(Dataset entries)
:::::

/**
 * Hand-written SVG charts: scales, tick steps and line charts as plain
 * strings, so they can be tested without a browser and need no library.
 * Every series has a colour from a colour-blind-safe set (Okabe & Ito, 2008,
 * "Color Universal Design") AND its own dash pattern and marker, so a chart
 * printed in black and white still tells the lines apart.
 *
 * @module
 */

/** Okabe–Ito hues, ordered for contrast on white (the yellow is left out), each ≥ 3:1 on white. */
export const SERIES_COLOURS = [
  "#0072B2", // blue
  "#D55E00", // vermillion
  "#009E73", // bluish green
  "#CC79A7", // reddish purple
  "#B07800", // orange, darkened from #E69F00 to 3:1 on white (WCAG 2.1, 1.4.11)
  "#3C8DC5", // sky blue, darkened from #56B4E9 to 3:1 on white (WCAG 2.1, 1.4.11)
  "#000000", // black
] as const;

/** Dash patterns paired with the colours (empty = solid). */
export const SERIES_DASHES = ["", "7 3", "2 2.5", "9 3 2 3", "4 4", "12 3 2 3 2 3", "1 4"] as const;

/** Marker shapes paired with the colours. */
export const SERIES_MARKERS = [
  "circle",
  "square",
  "triangle",
  "diamond",
  "cross",
  "plus",
  "bar",
] as const;

/** The look of series number `index` (cycles: colour, dash and marker stay distinct to 7·n). */
export function seriesStyle(index: number) {
  const k = ((index % 7) + 7) % 7;
  const round = Math.floor(index / 7);
  return {
    colour: SERIES_COLOURS[k],
    dash: SERIES_DASHES[(k + round) % SERIES_DASHES.length],
    marker: SERIES_MARKERS[k],
  };
}

/** A linear map from a domain to a pixel range. */
export interface LinearScale {
  (value: number): number;
  domain: [number, number];
  range: [number, number];
}

/** Linear scale; a zero-width domain is widened so nothing divides by zero. */
export function linearScale(domain: [number, number], range: [number, number]): LinearScale {
  let [d0, d1] = domain;
  if (d1 === d0) {
    d0 -= 0.5;
    d1 += 0.5;
  }
  const f = (v: number) => range[0] + ((v - d0) / (d1 - d0)) * (range[1] - range[0]);
  return Object.assign(f, { domain: [d0, d1] as [number, number], range });
}

/** A “nice” step (1, 2, 2.5 or 5 × 10ⁿ) giving about `count` intervals over [lo, hi]. */
export function niceStep(lo: number, hi: number, count = 5): number {
  const span = Math.abs(hi - lo);
  if (!(span > 0) || !Number.isFinite(span)) return 1;
  const raw = span / Math.max(1, count);
  const power = Math.pow(10, Math.floor(Math.log10(raw)));
  const fraction = raw / power;
  const nice = fraction <= 1
    ? 1
    : fraction <= 2
    ? 2
    : fraction <= 2.5
    ? 2.5
    : fraction <= 5
    ? 5
    : 10;
  return nice * power;
}

/** Domain widened outward to whole steps, with the tick values. */
export function niceDomain(
  lo: number,
  hi: number,
  count = 5,
): { domain: [number, number]; ticks: number[]; step: number } {
  if (!Number.isFinite(lo) || !Number.isFinite(hi)) return niceDomain(0, 1, count);
  if (hi < lo) [lo, hi] = [hi, lo];
  if (hi === lo) {
    hi = lo === 0 ? 1 : lo + Math.abs(lo) * 0.1;
  }
  const step = niceStep(lo, hi, count);
  const start = Math.floor(lo / step + 1e-9) * step;
  const end = Math.ceil(hi / step - 1e-9) * step;
  const ticks: number[] = [];
  for (let k = 0; start + k * step <= end + step * 1e-9; k++) {
    ticks.push(Number((start + k * step).toPrecision(12)));
  }
  return { domain: [start, end], ticks, step };
}

/** Text of a tick value: as many decimals as the step needs. */
export function tickLabel(value: number, step: number): string {
  const decimals = Math.max(
    0,
    Math.min(
      6,
      -Math.floor(Math.log10(step) + 1e-9) + (
        Math.abs(step / Math.pow(10, Math.floor(Math.log10(step))) - 2.5) < 1e-9 ? 1 : 0
      ),
    ),
  );
  return value.toFixed(decimals);
}

/** Escape text for SVG/HTML. */
export function escapeXml(text: string): string {
  return text.replace(
    /[&<>"']/g,
    (c) => ({ "&": "&amp;", "<": "&lt;", ">": "&gt;", '"': "&quot;", "'": "&#39;" })[c]!,
  );
}

const fmt = (v: number) => (Math.round(v * 100) / 100).toString();

/** SVG for a marker shape centred at (x, y). */
export function markerSvg(shape: string, x: number, y: number, size: number, colour: string) {
  const s = size / 2;
  const fill = `fill="${colour}" stroke="${colour}"`;
  switch (shape) {
    case "circle":
      return `<circle cx="${fmt(x)}" cy="${fmt(y)}" r="${fmt(s)}" ${fill}/>`;
    case "square":
      return `<rect x="${fmt(x - s)}" y="${fmt(y - s)}" width="${fmt(size)}" height="${
        fmt(size)
      }" ${fill}/>`;
    case "triangle":
      return `<polygon points="${fmt(x)},${fmt(y - s * 1.2)} ${fmt(x + s * 1.1)},${
        fmt(y + s * 0.9)
      } ${fmt(x - s * 1.1)},${fmt(y + s * 0.9)}" ${fill}/>`;
    case "diamond":
      return `<polygon points="${fmt(x)},${fmt(y - s * 1.3)} ${fmt(x + s)},${fmt(y)} ${fmt(x)},${
        fmt(y + s * 1.3)
      } ${fmt(x - s)},${fmt(y)}" ${fill}/>`;
    case "cross":
      return `<path d="M${fmt(x - s)},${fmt(y - s)}L${fmt(x + s)},${fmt(y + s)}M${fmt(x - s)},${
        fmt(y + s)
      }L${fmt(x + s)},${fmt(y - s)}" stroke="${colour}" stroke-width="2" fill="none"/>`;
    case "plus":
      return `<path d="M${fmt(x - s)},${fmt(y)}L${fmt(x + s)},${fmt(y)}M${fmt(x)},${fmt(y - s)}L${
        fmt(x)
      },${fmt(y + s)}" stroke="${colour}" stroke-width="2" fill="none"/>`;
    default:
      return `<rect x="${fmt(x - s * 1.3)}" y="${fmt(y - s * 0.5)}" width="${
        fmt(s * 2.6)
      }" height="${fmt(s)}" ${fill}/>`;
  }
}

/** One line of a chart. */
export interface ChartSeries {
  label: string;
  points: [number, number][];
  /** Index into the series styles (colour, dash, marker). */
  style: number;
  /** Draw thin and grey-ish (a reference, e.g. "before"). */
  faint?: boolean;
}

/** A horizontal reference line (a limit). */
export interface ChartRule {
  y: number;
  label: string;
}

/** Options of {@link lineChart}. */
export interface LineChartOptions {
  /** Pixel width of the SVG (default 480). */
  width?: number;
  /** Pixel height of the SVG (default 280). */
  height?: number;
  title?: string;
  xLabel: string;
  yLabel: string;
  /** Fixed x domain (default: from the data). */
  xDomain?: [number, number];
  /** Fixed y domain (default: from the data and rules). */
  yDomain?: [number, number];
  rules?: ChartRule[];
  /**
   * Vertical reference lines (an instant, e.g. "first cavity full"); `at` puts the label at
   * the top or the bottom of the plot (default bottom), `mark` names it (`data-mark`).
   */
  verticals?: { x: number; label: string; at?: "top" | "bottom"; mark?: string }[];
  /** Label faint series at their ends too (default false). */
  labelFaint?: boolean;
  /** x values are whole numbers (iterations): ticks at integers only (default false). */
  integerX?: boolean;
  /** Put a marker at each point, not only at the end (default false). */
  markEveryPoint?: boolean;
  /** Labels of x ticks by value (category axes); default numeric. */
  xTickLabels?: Map<number, string>;
  /** Draw lines as steps (value holds until the next point); default false. */
  steps?: boolean;
  /** id of the SVG element. */
  id?: string;
}

/** The data's extent over all series, optionally with extra y values. */
export function extent(series: ChartSeries[], extraY: number[] = []) {
  let x0 = Infinity, x1 = -Infinity, y0 = Infinity, y1 = -Infinity;
  for (const s of series) {
    for (const [x, y] of s.points) {
      if (!Number.isFinite(x) || !Number.isFinite(y)) continue;
      x0 = Math.min(x0, x);
      x1 = Math.max(x1, x);
      y0 = Math.min(y0, y);
      y1 = Math.max(y1, y);
    }
  }
  for (const y of extraY) {
    if (!Number.isFinite(y)) continue;
    y0 = Math.min(y0, y);
    y1 = Math.max(y1, y);
  }
  if (x0 > x1) [x0, x1] = [0, 1];
  if (y0 > y1) [y0, y1] = [0, 1];
  return { x: [x0, x1] as [number, number], y: [y0, y1] as [number, number] };
}

/** A line chart as an SVG string: axes with nice ticks, rules, series with end labels. */
export function lineChart(series: ChartSeries[], options: LineChartOptions): string {
  const width = options.width ?? 480;
  const height = options.height ?? 280;
  const margin = { left: 58, right: 64, top: options.title ? 28 : 12, bottom: 44 };
  const data = extent(series, (options.rules ?? []).map((r) => r.y));
  let xd = niceDomain(...(options.xDomain ?? data.x), 6);
  if (options.integerX && xd.step < 1) {
    xd = niceDomain(xd.domain[0], Math.max(xd.domain[1], xd.domain[0] + 1), 1);
    const ticks: number[] = [];
    for (let t = Math.ceil(xd.domain[0]); t <= xd.domain[1]; t++) ticks.push(t);
    xd = { domain: xd.domain, ticks, step: 1 };
  }
  const yd = niceDomain(...(options.yDomain ?? [Math.min(0, data.y[0]), data.y[1]]), 5);
  const xs = linearScale(xd.domain, [margin.left, width - margin.right]);
  const ys = linearScale(yd.domain, [height - margin.bottom, margin.top]);
  const out: string[] = [];
  out.push(
    `<svg xmlns="http://www.w3.org/2000/svg" class="chart" ${
      options.id ? `id="${escapeXml(options.id)}" ` : ""
    }viewBox="0 0 ${width} ${height}" width="${width}" height="${height}" role="img" aria-label="${
      escapeXml(options.title ?? options.yLabel)
    }">`,
  );
  if (options.title) {
    out.push(
      `<text class="chart-title" x="${margin.left}" y="16">${escapeXml(options.title)}</text>`,
    );
  }
  // grid and ticks
  out.push(`<g class="axis">`);
  const xTicks = options.xTickLabels ? [...options.xTickLabels.keys()] : xd.ticks;
  for (const t of yd.ticks) {
    const y = fmt(ys(t));
    out.push(
      `<line class="grid" x1="${margin.left}" x2="${width - margin.right}" y1="${y}" y2="${y}"/>`,
      `<text class="tick" x="${margin.left - 6}" y="${y}" text-anchor="end" dy="0.32em">${
        tickLabel(t, yd.step)
      }</text>`,
    );
  }
  for (const t of xTicks) {
    const x = fmt(xs(t));
    const label = options.xTickLabels?.get(t) ?? tickLabel(t, xd.step);
    out.push(
      `<line class="grid" x1="${x}" x2="${x}" y1="${margin.top}" y2="${height - margin.bottom}"/>`,
      `<text class="tick" x="${x}" y="${height - margin.bottom + 14}" text-anchor="middle">${
        escapeXml(label)
      }</text>`,
    );
  }
  out.push(
    `<rect class="frame" x="${margin.left}" y="${margin.top}" width="${
      width - margin.left - margin.right
    }" height="${height - margin.top - margin.bottom}" fill="none"/>`,
    `<text class="axis-label" x="${(margin.left + width - margin.right) / 2}" y="${
      height - 6
    }" text-anchor="middle">${escapeXml(options.xLabel)}</text>`,
    `<text class="axis-label" transform="translate(14 ${
      (margin.top + height - margin.bottom) / 2
    }) rotate(-90)" text-anchor="middle">${escapeXml(options.yLabel)}</text>`,
    `</g>`,
  );
  for (const rule of options.rules ?? []) {
    if (rule.y < yd.domain[0] || rule.y > yd.domain[1]) continue;
    const y = fmt(ys(rule.y));
    out.push(
      `<g class="rule"><line x1="${margin.left}" x2="${
        width - margin.right
      }" y1="${y}" y2="${y}" stroke="#000" stroke-width="1.5" stroke-dasharray="10 3 2 3"/>` +
        `<text x="${width - margin.right - 4}" y="${y}" dy="-0.35em" text-anchor="end">${
          escapeXml(rule.label)
        }</text></g>`,
    );
  }
  for (const v of options.verticals ?? []) {
    if (!(v.x >= xd.domain[0] && v.x <= xd.domain[1])) continue;
    const x = fmt(xs(v.x));
    const labelY = v.at === "top" ? margin.top + 11 : height - margin.bottom - 4;
    out.push(
      `<g class="rule vertical"${
        v.mark ? ` data-mark="${escapeXml(v.mark)}" data-x="${v.x}"` : ""
      }><line x1="${x}" x2="${x}" y1="${margin.top}" y2="${
        height - margin.bottom
      }" stroke="#000" stroke-width="${v.mark ? 1.5 : 1}" stroke-dasharray="${
        v.mark ? "6 2 1 2" : "3 3"
      }"/>` +
        `<text x="${x}" y="${labelY}" dx="-4" text-anchor="end">${escapeXml(v.label)}</text></g>`,
    );
  }
  // series
  const ends: { y: number; label: string; colour: string }[] = [];
  series.forEach((s) => {
    const st = seriesStyle(s.style);
    const pts = s.points.filter(([x, y]) => Number.isFinite(x) && Number.isFinite(y));
    if (pts.length === 0) return;
    let d = "";
    pts.forEach(([x, y], k) => {
      if (k === 0) d += `M${fmt(xs(x))},${fmt(ys(y))}`;
      else if (options.steps) d += `H${fmt(xs(x))}V${fmt(ys(y))}`;
      else d += `L${fmt(xs(x))},${fmt(ys(y))}`;
    });
    const colour = s.faint ? "#777" : st.colour;
    out.push(
      `<g class="series${s.faint ? " faint" : ""}" data-series="${escapeXml(s.label)}">` +
        `<path d="${d}" fill="none" stroke="${colour}" stroke-width="${s.faint ? 1.2 : 2}"${
          st.dash ? ` stroke-dasharray="${st.dash}"` : ""
        }/>`,
    );
    const marked = options.markEveryPoint ? pts : [pts[pts.length - 1]];
    for (const [x, y] of marked) out.push(markerSvg(st.marker, xs(x), ys(y), 6, colour));
    out.push(`</g>`);
    if (!s.faint || options.labelFaint) {
      const [, yLast] = pts[pts.length - 1];
      ends.push({ y: ys(yLast), label: s.label, colour });
    }
  });
  // end labels, pushed apart so they do not overlap
  ends.sort((a, b) => a.y - b.y);
  for (let k = 1; k < ends.length; k++) {
    if (ends[k].y - ends[k - 1].y < 11) ends[k].y = ends[k - 1].y + 11;
  }
  const bottom = height - margin.bottom + 4;
  const overflow = ends.length ? ends[ends.length - 1].y - bottom : 0;
  if (overflow > 0) {
    for (const e of ends) e.y = Math.max(margin.top, e.y - overflow);
  }
  for (const e of ends) {
    out.push(
      `<text class="end-label" x="${width - margin.right + 6}" y="${fmt(e.y)}" dy="0.32em">${
        escapeXml(e.label)
      }</text>`,
    );
  }
  out.push(`</svg>`);
  return out.join("");
}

:::::

-- TASK PROMPT --
Show every line in the entries above that contains the string "xLabel".

-- ANSWER BOX --
  xLabel: string;
    }" text-anchor="middle">${escapeXml(options.xLabel)}</text>`,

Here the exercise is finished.